• Work instructions
Count the lines holding the string "isOffAxis" in the records, and give only the count.

▶

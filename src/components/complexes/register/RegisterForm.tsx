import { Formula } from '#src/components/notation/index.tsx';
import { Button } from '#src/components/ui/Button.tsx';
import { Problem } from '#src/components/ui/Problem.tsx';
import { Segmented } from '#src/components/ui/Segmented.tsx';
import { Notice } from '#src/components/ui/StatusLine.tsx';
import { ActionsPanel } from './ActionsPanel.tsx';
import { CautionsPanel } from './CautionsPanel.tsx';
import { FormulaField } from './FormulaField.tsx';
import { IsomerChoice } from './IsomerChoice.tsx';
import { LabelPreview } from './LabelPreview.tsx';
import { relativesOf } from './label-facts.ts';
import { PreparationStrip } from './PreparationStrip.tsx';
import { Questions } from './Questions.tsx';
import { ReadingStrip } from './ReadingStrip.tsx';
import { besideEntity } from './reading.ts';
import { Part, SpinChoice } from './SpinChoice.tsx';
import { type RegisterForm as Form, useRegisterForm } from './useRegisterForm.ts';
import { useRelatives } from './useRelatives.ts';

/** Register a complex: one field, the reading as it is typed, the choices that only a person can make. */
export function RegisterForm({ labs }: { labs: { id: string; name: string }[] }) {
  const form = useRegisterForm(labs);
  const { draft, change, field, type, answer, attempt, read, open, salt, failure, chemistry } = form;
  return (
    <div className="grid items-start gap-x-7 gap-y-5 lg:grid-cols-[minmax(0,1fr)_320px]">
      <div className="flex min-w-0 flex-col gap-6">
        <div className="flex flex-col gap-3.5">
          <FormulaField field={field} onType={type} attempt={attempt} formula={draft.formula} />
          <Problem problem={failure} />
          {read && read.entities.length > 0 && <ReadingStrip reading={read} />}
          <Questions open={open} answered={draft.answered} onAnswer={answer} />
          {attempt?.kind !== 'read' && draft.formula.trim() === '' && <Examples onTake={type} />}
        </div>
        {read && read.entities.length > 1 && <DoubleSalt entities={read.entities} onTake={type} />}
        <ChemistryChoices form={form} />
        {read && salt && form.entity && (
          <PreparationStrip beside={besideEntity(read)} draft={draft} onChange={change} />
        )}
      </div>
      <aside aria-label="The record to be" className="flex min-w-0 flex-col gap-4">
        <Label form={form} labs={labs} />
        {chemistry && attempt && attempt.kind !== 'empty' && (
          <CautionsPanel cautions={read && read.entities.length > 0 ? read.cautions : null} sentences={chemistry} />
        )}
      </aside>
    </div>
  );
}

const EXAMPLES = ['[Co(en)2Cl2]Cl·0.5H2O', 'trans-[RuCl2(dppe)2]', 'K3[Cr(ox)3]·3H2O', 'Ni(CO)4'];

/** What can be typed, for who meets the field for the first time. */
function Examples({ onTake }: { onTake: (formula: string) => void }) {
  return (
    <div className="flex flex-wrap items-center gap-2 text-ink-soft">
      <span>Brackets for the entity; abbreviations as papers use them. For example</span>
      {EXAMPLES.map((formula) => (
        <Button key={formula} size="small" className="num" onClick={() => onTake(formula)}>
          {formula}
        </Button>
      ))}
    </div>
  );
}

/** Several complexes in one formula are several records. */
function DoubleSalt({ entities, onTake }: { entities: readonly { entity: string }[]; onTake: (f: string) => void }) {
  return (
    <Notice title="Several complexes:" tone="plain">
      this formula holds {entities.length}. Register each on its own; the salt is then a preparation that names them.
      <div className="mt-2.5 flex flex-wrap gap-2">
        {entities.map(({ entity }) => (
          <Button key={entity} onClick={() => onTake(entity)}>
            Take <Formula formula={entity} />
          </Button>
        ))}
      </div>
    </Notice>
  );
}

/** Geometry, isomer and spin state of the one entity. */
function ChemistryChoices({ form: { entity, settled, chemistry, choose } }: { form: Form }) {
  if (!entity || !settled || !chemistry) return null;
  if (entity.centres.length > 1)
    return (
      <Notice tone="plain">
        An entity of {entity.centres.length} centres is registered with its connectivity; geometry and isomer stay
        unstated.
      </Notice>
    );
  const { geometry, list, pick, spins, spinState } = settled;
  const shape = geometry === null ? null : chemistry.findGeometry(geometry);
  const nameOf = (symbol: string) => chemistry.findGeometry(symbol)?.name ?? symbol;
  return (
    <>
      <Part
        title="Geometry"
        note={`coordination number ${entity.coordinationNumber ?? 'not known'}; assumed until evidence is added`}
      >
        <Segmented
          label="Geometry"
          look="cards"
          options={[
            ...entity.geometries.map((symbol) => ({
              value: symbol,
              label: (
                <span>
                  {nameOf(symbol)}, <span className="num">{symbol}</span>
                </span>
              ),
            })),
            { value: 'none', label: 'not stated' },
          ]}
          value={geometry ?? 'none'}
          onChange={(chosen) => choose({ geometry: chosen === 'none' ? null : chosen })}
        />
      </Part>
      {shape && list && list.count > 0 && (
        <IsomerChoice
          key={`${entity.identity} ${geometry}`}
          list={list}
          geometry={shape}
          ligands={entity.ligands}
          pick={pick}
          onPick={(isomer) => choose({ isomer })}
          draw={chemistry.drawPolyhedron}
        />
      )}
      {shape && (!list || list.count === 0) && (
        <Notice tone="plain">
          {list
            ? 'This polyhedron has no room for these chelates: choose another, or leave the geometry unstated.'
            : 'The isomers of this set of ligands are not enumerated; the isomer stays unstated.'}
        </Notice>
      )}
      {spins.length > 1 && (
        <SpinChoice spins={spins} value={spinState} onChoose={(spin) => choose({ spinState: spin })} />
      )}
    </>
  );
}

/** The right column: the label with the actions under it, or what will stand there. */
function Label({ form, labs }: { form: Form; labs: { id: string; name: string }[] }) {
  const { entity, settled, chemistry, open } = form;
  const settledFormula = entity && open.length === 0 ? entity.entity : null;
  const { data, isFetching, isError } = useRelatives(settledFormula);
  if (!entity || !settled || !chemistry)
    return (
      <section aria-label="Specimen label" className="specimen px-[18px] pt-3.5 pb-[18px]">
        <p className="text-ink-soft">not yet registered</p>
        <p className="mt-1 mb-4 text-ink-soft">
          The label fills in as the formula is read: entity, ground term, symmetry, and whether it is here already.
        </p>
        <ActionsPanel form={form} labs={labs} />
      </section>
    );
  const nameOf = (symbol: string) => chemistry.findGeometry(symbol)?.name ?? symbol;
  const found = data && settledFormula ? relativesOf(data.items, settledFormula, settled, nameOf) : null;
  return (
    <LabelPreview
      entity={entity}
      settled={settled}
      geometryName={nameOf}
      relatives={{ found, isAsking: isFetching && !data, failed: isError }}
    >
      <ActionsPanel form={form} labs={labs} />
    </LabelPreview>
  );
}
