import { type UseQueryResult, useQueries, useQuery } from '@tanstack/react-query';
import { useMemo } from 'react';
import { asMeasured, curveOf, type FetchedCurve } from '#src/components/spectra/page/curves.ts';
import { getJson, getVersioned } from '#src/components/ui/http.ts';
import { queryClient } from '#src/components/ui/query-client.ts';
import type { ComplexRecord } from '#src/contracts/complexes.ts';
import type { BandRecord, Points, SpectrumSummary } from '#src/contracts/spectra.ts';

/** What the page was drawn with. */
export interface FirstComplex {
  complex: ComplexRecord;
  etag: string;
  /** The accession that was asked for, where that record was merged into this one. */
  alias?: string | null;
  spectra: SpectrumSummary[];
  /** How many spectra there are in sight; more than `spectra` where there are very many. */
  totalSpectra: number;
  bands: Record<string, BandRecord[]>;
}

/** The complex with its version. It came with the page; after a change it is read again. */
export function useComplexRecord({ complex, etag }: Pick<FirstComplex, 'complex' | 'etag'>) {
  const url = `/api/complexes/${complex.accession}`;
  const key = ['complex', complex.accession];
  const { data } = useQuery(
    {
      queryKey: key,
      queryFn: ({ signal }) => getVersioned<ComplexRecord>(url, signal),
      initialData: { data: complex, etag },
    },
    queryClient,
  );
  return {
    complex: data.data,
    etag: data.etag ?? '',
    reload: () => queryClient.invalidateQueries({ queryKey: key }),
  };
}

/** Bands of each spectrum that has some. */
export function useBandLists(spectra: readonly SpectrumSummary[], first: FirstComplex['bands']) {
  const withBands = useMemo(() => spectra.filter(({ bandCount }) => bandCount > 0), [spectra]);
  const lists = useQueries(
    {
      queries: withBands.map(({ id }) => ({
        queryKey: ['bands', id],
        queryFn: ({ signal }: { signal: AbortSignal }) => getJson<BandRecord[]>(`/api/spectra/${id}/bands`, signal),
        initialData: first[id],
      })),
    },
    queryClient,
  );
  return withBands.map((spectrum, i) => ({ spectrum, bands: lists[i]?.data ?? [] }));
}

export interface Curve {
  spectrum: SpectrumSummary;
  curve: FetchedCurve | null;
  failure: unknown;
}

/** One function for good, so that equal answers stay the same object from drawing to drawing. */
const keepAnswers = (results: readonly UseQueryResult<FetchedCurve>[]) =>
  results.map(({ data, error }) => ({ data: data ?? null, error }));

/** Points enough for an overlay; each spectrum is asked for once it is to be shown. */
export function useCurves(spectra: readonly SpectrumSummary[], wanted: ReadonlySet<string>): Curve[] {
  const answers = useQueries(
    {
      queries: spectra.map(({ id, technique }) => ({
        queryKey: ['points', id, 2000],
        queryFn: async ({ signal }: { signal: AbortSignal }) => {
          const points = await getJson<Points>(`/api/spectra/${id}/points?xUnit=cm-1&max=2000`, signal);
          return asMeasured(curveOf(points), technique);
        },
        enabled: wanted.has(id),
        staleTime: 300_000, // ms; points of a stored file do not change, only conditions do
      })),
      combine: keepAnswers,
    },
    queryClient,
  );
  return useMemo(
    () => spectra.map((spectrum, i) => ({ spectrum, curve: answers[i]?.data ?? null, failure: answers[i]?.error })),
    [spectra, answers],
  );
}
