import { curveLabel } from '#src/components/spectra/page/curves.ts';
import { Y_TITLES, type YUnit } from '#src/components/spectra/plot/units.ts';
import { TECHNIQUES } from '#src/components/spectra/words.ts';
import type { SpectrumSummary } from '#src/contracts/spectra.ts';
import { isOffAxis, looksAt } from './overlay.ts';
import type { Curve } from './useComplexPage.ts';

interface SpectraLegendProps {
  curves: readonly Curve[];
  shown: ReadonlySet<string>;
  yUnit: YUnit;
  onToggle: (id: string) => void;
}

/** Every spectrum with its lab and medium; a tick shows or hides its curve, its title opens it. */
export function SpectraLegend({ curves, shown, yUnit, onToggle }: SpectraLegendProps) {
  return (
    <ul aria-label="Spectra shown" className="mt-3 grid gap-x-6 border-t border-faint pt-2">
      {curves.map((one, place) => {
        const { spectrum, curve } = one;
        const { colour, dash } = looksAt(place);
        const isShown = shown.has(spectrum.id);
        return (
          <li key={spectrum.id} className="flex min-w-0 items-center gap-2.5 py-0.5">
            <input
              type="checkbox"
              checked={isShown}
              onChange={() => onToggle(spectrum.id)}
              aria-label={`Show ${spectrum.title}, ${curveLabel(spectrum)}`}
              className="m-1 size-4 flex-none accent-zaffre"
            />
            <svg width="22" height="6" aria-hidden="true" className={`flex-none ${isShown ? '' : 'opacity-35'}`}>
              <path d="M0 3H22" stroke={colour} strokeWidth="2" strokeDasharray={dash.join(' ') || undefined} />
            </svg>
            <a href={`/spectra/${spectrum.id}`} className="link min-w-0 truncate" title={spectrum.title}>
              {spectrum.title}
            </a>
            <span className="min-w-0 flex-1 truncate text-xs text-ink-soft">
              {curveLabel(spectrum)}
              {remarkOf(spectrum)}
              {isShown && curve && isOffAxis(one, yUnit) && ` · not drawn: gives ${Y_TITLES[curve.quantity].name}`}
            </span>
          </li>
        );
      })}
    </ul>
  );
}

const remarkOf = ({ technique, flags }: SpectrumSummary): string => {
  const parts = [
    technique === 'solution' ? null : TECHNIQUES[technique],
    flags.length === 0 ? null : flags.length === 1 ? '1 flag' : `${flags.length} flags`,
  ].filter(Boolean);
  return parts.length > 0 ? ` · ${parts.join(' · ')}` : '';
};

◀

• Expected output
2